Given the relatively long incubation time in the SIP experiment (28 days), we cannot be certain that the few singleton sequences recovered in the S microcosms resulted from growth on pyrene itself or whether growth might have occurred on one or more products of pyrene transformation. However, the fact that the vast majority of clones recovered from both static and S incubations were from a single clade suggests that organisms in this group are able to grow on pyrene itself. The 28-day incubation was required to achieve a high extent of pyrene mineralization, which is expected to parallel pyrene assimilation during active growth. Although the 13C-labeled pyrene added to the soil was likely more bioavailable than pyrene in a weathered contaminated soil, it was added in an amount greatly in excess of its aqueous solubility (approximately 0.13 mg/L), which would have made it available to the pyrene-degrading bacteria much more slowly than a water-soluble growth substrate.
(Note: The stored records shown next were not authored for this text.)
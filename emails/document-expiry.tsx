import { Button, Text } from "@react-email/components";
import { EmailLayout, buttonStyle } from "./layout";

export type DocumentExpiryProps = { clubName: string; memberName: string; documentLabel: string; expiresOn: string; lapsed: boolean; url: string };

export function DocumentExpiryEmail({ clubName, memberName, documentLabel, expiresOn, lapsed, url }: DocumentExpiryProps) {
  return (
    <EmailLayout
      preview={lapsed ? `${documentLabel} lapsed on ${expiresOn}` : `${documentLabel} runs out on ${expiresOn}`}
      title={lapsed ? `${documentLabel}: lapsed` : `${documentLabel}: renew soon`}
      clubName={clubName}
    >
      <Text>Hello {memberName},</Text>
      <Text>
        {lapsed
          ? `Your ${documentLabel.toLowerCase()} on record with the club was valid until ${expiresOn}.`
          : `Your ${documentLabel.toLowerCase()} on record with the club is valid until ${expiresOn}.`}{" "}
        When you have renewed it, record the new one in Hangarline so your currency stays right.
      </Text>
      <Button href={url} style={buttonStyle}>Open my documents</Button>
    </EmailLayout>
  );
}
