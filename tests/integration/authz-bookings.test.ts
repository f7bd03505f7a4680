// A booking's accepted warnings name the member's own standing (medical, arrears). The booking
// API and the booking page give them to the booking's member, the instructor on that booking,
// and roles that read that kind of data for every member; everyone else gets the booking
// without them.
import { eq } from "drizzle-orm";
import { beforeAll, describe, expect, it } from "vitest";
import { GET as bookingApi } from "@/app/api/clubs/[club]/bookings/[bookingId]/route";
import BookingPage from "@/app/clubs/[club]/bookings/[bookingId]/page";
import { bookings, users } from "@/db/schema";
import { params, treeText } from "./authz-helpers";
import { planeId, seedScenario } from "./bookings-helpers";
import { clubBySlug, db, signInAs } from "./helpers";

const CLUB = "reedwater";
const uid = (email: string) => db().select().from(users).where(eq(users.email, email)).get()!.id;
const MEDICAL = "pilot2 has no medical certificate on record (14 CFR 61.23).";
const ARREARS = "pilot2's account is overdue: $180.00 owed, unpaid since 2026-01-01.";
let bookingId = "";

beforeAll(async () => {
  await seedScenario();
  // Far enough ahead to clash with no demo booking.
  const startsAt = new Date(Date.now() + 300 * 86_400_000);
  startsAt.setUTCHours(3, 0, 0, 0);
  const [row] = db()
    .insert(bookings)
    .values({
      clubId: clubBySlug(CLUB).id, aircraftId: planeId(CLUB, "N0527L"), userId: uid("pilot2@hangarline.test"), instructorId: uid("instructor@hangarline.test"),
      startsAt, endsAt: new Date(startsAt.getTime() + 2 * 3_600_000), createdById: uid("pilot2@hangarline.test"),
      acceptedWarnings: [{ guard: "medicalExpired", reason: MEDICAL }, { guard: "inArrears", reason: ARREARS }],
    })
    .returning({ id: bookings.id })
    .all();
  bookingId = row!.id;
});

async function apiAs(email: string) {
  signInAs(email);
  const res = await bookingApi(new Request(`http://app.test/api/clubs/${CLUB}/bookings/${bookingId}`), params({ club: CLUB, bookingId }));
  expect(res.status).toBe(200);
  const text = await res.text();
  return { text, warnings: (JSON.parse(text) as { data: { acceptedWarnings: { guard: string }[] } }).data.acceptedWarnings.map((w) => w.guard) };
}

describe("booking warnings in the booking API", () => {
  it("another member gets the booking without any warning", async () => {
    for (const who of ["member@hangarline.test", "student@hangarline.test", "maintenance@hangarline.test"]) {
      const { text, warnings } = await apiAs(who);
      expect(warnings, who).toEqual([]);
      expect(text, who).not.toContain("medical");
      expect(text, who).not.toContain("$180.00"); // the member's money, in any words
      expect(text, who).toContain("N0527L"); // the booking itself is still there
    }
  });

  it("the booking's member sees both; the instructor on it the flying warning, never the member's money", async () => {
    expect((await apiAs("pilot2@hangarline.test")).warnings).toEqual(["medicalExpired", "inArrears"]);
    expect((await apiAs("instructor@hangarline.test")).warnings).toEqual(["medicalExpired"]);
  });

  it("the safety officer sees the medical warning, the treasurer the arrears, an admin both", async () => {
    expect((await apiAs("safety@hangarline.test")).warnings).toEqual(["medicalExpired"]);
    expect((await apiAs("treasurer@hangarline.test")).warnings).toEqual(["inArrears"]);
    expect((await apiAs("admin@hangarline.test")).warnings).toEqual(["medicalExpired", "inArrears"]);
  });
});

describe("booking warnings on the booking page", () => {
  it("are handed on only to those who may read them", async () => {
    signInAs("member@hangarline.test");
    const other = treeText(await BookingPage(params({ club: CLUB, bookingId })));
    expect(other).toContain("N0527L");
    expect(other).not.toContain(MEDICAL);
    expect(other).not.toContain(ARREARS);
    signInAs("pilot2@hangarline.test");
    const own = treeText(await BookingPage(params({ club: CLUB, bookingId })));
    expect(own).toContain(MEDICAL);
    expect(own).toContain(ARREARS);
    signInAs("safety@hangarline.test");
    const safety = treeText(await BookingPage(params({ club: CLUB, bookingId })));
    expect(safety).toContain(MEDICAL);
    expect(safety).not.toContain(ARREARS);
  });
});
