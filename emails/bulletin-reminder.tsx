import { Button, Text } from "@react-email/components";
import { EmailLayout, buttonStyle } from "./layout";

export type BulletinReminderProps = { clubName: string; title: string; urgency: string; acknowledgeBy: string | null; publishedOn: string; url: string };

export function BulletinReminderEmail({ clubName, title, urgency, acknowledgeBy, publishedOn, url }: BulletinReminderProps) {
  return (
    <EmailLayout preview={`Reminder: please acknowledge "${title}"`} title={`Reminder: ${title}`} clubName={clubName}>
      <Text>
        The safety officer asks you to read and acknowledge the {urgency.toLowerCase()} bulletin &ldquo;{title}&rdquo;, published on {publishedOn}.
        {acknowledgeBy ? ` The deadline is ${acknowledgeBy}.` : ""}
      </Text>
      <Button href={url} style={buttonStyle}>Read and acknowledge</Button>
    </EmailLayout>
  );
}
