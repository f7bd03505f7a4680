import { Button, Column, Link, Row, Section, Text } from "@react-email/components";
import { EmailLayout, buttonStyle } from "./layout";

/** Amounts arrive already formatted in the club's currency. */
export type StatementEmailProps = {
  clubName: string;
  memberName: string;
  periodLabel: string;
  opening: string;
  charges: string;
  credits: string;
  closing: string;
  balanceNow: string;
  owes: boolean;
  statementUrl: string;
  pdfUrl: string;
  payUrl: string;
};

const cell = { padding: "4px 0", fontSize: 14 };

export function StatementEmail(p: StatementEmailProps) {
  const rows: [string, string][] = [
    ["Brought forward", p.opening],
    ["Charges", p.charges],
    ["Payments and credits", p.credits],
    [`Balance at the end of ${p.periodLabel}`, p.closing],
  ];
  return (
    <EmailLayout preview={`Your ${p.periodLabel} statement: ${p.closing}`} title={`Statement for ${p.periodLabel}`} clubName={p.clubName}>
      <Text>Hello {p.memberName}, here is your account statement with {p.clubName}.</Text>
      <Section>
        {rows.map(([label, value]) => (
          <Row key={label}>
            <Column style={cell}>{label}</Column>
            <Column style={{ ...cell, textAlign: "right", fontFamily: "monospace" }}>{value}</Column>
          </Row>
        ))}
      </Section>
      <Text>
        Balance today, including anything posted since: <strong>{p.balanceNow}</strong>
        {p.owes ? "." : " — nothing to pay."}
      </Text>
      {p.owes ? <Button href={p.payUrl} style={buttonStyle}>Pay by card</Button> : null}
      <Text style={{ fontSize: 13 }}>
        <Link href={p.statementUrl}>See the statement online</Link> · <Link href={p.pdfUrl}>Download it as PDF</Link>
      </Text>
    </EmailLayout>
  );
}
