import { Button, Link, Text } from "@react-email/components";
import { EmailLayout, buttonStyle } from "./layout";

/**
 * The safety officers' daily digest of new reports. It names whole club days only and never a
 * reporter: the days covered, how many arrived, and a link to each.
 */
export type SafetyDigestProps = {
  clubName: string;
  fromDay: string;
  toDay: string;
  count: number;
  anonymousCount: number;
  reports: { url: string; occurredOn: string }[];
  listUrl: string;
};

export function SafetyDigestEmail({ clubName, fromDay, toDay, count, anonymousCount, reports, listUrl }: SafetyDigestProps) {
  const days = fromDay === toDay ? `on ${toDay}` : `from ${fromDay} to ${toDay}`;
  const summary = `${count} new safety ${count === 1 ? "report was" : "reports were"} received ${days}${anonymousCount ? ` (${anonymousCount} filed anonymously)` : ""}.`;
  return (
    <EmailLayout preview={summary} title="New safety reports" clubName={clubName}>
      <Text>{summary} Read and triage them in Hangarline.</Text>
      {reports.map((r) => (
        <Text key={r.url}>
          <Link href={r.url}>Report of an event on {r.occurredOn}</Link>
        </Text>
      ))}
      <Button href={listUrl} style={buttonStyle}>Open the reports</Button>
    </EmailLayout>
  );
}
It is interesting that in this and the only previous study in which SIP was performed with pyrene [45], no Actinobacteria were identified as significant pyrene degraders. Mycobacterium spp. and other Gram-positive organisms have been isolated from a number of field-contaminated soils when enriched on pyrene as a sole carbon source [10, 24, 27, 35], but none were identified by SIP in this study; we did not attempt to isolate any pyrene degraders from the soil investigated in this study. The contrasting findings of SIP studies and isolation methods highlight the differences in these two approaches to studying environmentally relevant microorganisms. Both SIP and culture-based methods can introduce selection bias when identifying microorganisms able to grow on a particular carbon source. Both approaches can lead to identification of organisms capable of degrading a particular compound but cannot by themselves indicate how those organisms respond to the compound under in situ conditions. However, SIP eliminates the requirement for growth outside the natural microenvironment, thereby reducing biases associated with growth in artificial media; its major bias is in exposing an indigenous microbial community to quantities of growth substrates in excess of what would be experienced under natural conditions. Furthermore, the bias introduced by high concentrations of a water-soluble substrate are expected to be attenuated with poorly soluble substrates such as pyrene and other PAHs. Nevertheless, any added hydrophobic substance such as pyrene is likely to be more bioavailable than the native, aged contaminant. Further research with cultivation-independent techniques must be conducted before the limits of either approach are fully appreciated.